» What you have to do
Reproduce the data exactly; no word may be added or dropped.

(Information shown begins)

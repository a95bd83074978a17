import type { WindowName } from '@/core/condition-types';
import type { TimeOfDay } from '@/core/ground-types';

export const MOVEMENT_WORDS = {
  title: 'Lines of movement',
  lead: (month: string) =>
    `What lies along each line deer travel in ${month}, who can sit on each leg, and where nobody can. Practice, from what is drawn on the ground.`,
  none: 'No travel line this month',
  noneText: 'A travel line joins bedding to food by way of crossings, scrapes and water.',
  draw: 'Draw one on the ground',
  onGround: 'Show on the ground',
  lineNote: (length: string, way: string | null) =>
    `${length}. ${way ?? 'It joins no bed to no food that is drawn: the deer’s way is not known.'}`,
  way: (from: string, to: string) => `Mornings from ${from} to ${to}, evenings the other way.`,
  legs: (line: string) => `Legs of ${line}`,
  leg: 'Leg',
  fromTo: (from: string, to: string) => `${from} to ${to}`,
  length: 'Length',
  stands: 'Stands on it',
  noStand: 'No stand',
  gapsTitle: 'Nobody reaches',
  gap: (length: string, between: string) => `${length} between ${between}`,
} as const;

/** When a stand serves a leg. */
export const WHEN_WORDS = {
  anyWind: 'any wind',
  both: (winds: string) => `mornings and evenings on ${winds}`,
  one: (window: WindowName, winds: string) => `${window === 'morning' ? 'mornings' : 'evenings'} on ${winds}`,
} as const;

const TIMES: Record<TimeOfDay, string> = {
  night: 'Dark',
  dawn: 'First light',
  morning: 'Morning',
  midday: 'Midday',
  afternoon: 'Afternoon',
  dusk: 'Last light',
};

export const TIME_WORDS = {
  names: TIMES,
  title: 'Deer by time of day',
  at: (time: string, percent: number) => `${time} ${percent} %`,
  toward: (place: string, times: string[]) => `To ${place}: ${times.join(', ')}`,
  either: (times: string[]) => `Either way: ${times.join(', ')}`,
} as const;

export const MOVEMENT_MAP_WORDS = {
  loading: 'Unfolding the map',
  failed: 'The map could not be read',
  again: 'Try again',
  label: 'Map of the lines of movement, by the numbers of the legs in the lists',
  line: 'Lines drawn',
  allLines: 'All of them',
  choose: 'Deer’s way',
  morning: 'In the morning',
  morningNote: 'First light and after',
  evening: 'In the evening',
  eveningNote: 'Afternoon to last light',
  legend:
    'Numbered: the legs of the lists, the arrow the deer’s way. Thick and whole: some stand reaches it. Broken: a gap nobody reaches. Dotted: from a stand to the nearest place it can shoot on a leg.',
} as const;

(Information shown ends)

» Exercise result
repository a95bd83074978a17
import type { WindowName } from '@/core/condition-types';
import type { TimeOfDay } from '@/core/ground-types';

export const MOVEMENT_WORDS = {
  title: 'Lines of movement',
  lead: (month: string) =>
    `What lies along each line deer travel in ${month}, who can sit on each leg, and where nobody can. Practice, from what is drawn on the ground.`,
  none: 'No travel line this month',
  noneText: 'A travel line joins bedding to food by way of crossings, scrapes and water.',
  draw: 'Draw one on the ground',
  onGround: 'Show on the ground',
  lineNote: (length: string, way: string | null) =>
    `${length}. ${way ?? 'It joins no bed to no food that is drawn: the deer’s way is not known.'}`,
  way: (from: string, to: string) => `Mornings from ${from} to ${to}, evenings the other way.`,
  legs: (line: string) => `Legs of ${line}`,
  leg: 'Leg',
  fromTo: (from: string, to: string) => `${from} to ${to}`,
  length: 'Length',
  stands: 'Stands on it',
  noStand: 'No stand',
  gapsTitle: 'Nobody reaches',
  gap: (length: string, between: string) => `${length} between ${between}`,
} as const;

/** When a stand serves a leg. */
export const WHEN_WORDS = {
  anyWind: 'any wind',
  both: (winds: string) => `mornings and evenings on ${winds}`,
  one: (window: WindowName, winds: string) => `${window === 'morning' ? 'mornings' : 'evenings'} on ${winds}`,
} as const;

const TIMES: Record<TimeOfDay, string> = {
  night: 'Dark',
  dawn: 'First light',
  morning: 'Morning',
  midday: 'Midday',
  afternoon: 'Afternoon',
  dusk: 'Last light',
};

export const TIME_WORDS = {
  names: TIMES,
  title: 'Deer by time of day',
  at: (time: string, percent: number) => `${time} ${percent} %`,
  toward: (place: string, times: string[]) => `To ${place}: ${times.join(', ')}`,
  either: (times: string[]) => `Either way: ${times.join(', ')}`,
} as const;

export const MOVEMENT_MAP_WORDS = {
  loading: 'Unfolding the map',
  failed: 'The map could not be read',
  again: 'Try again',
  label: 'Map of the lines of movement, by the numbers of the legs in the lists',
  line: 'Lines drawn',
  allLines: 'All of them',
  choose: 'Deer’s way',
  morning: 'In the morning',
  morningNote: 'First light and after',
  evening: 'In the evening',
  eveningNote: 'Afternoon to last light',
  legend:
    'Numbered: the legs of the lists, the arrow the deer’s way. Thick and whole: some stand reaches it. Broken: a gap nobody reaches. Dotted: from a stand to the nearest place it can shoot on a leg.',
} as const;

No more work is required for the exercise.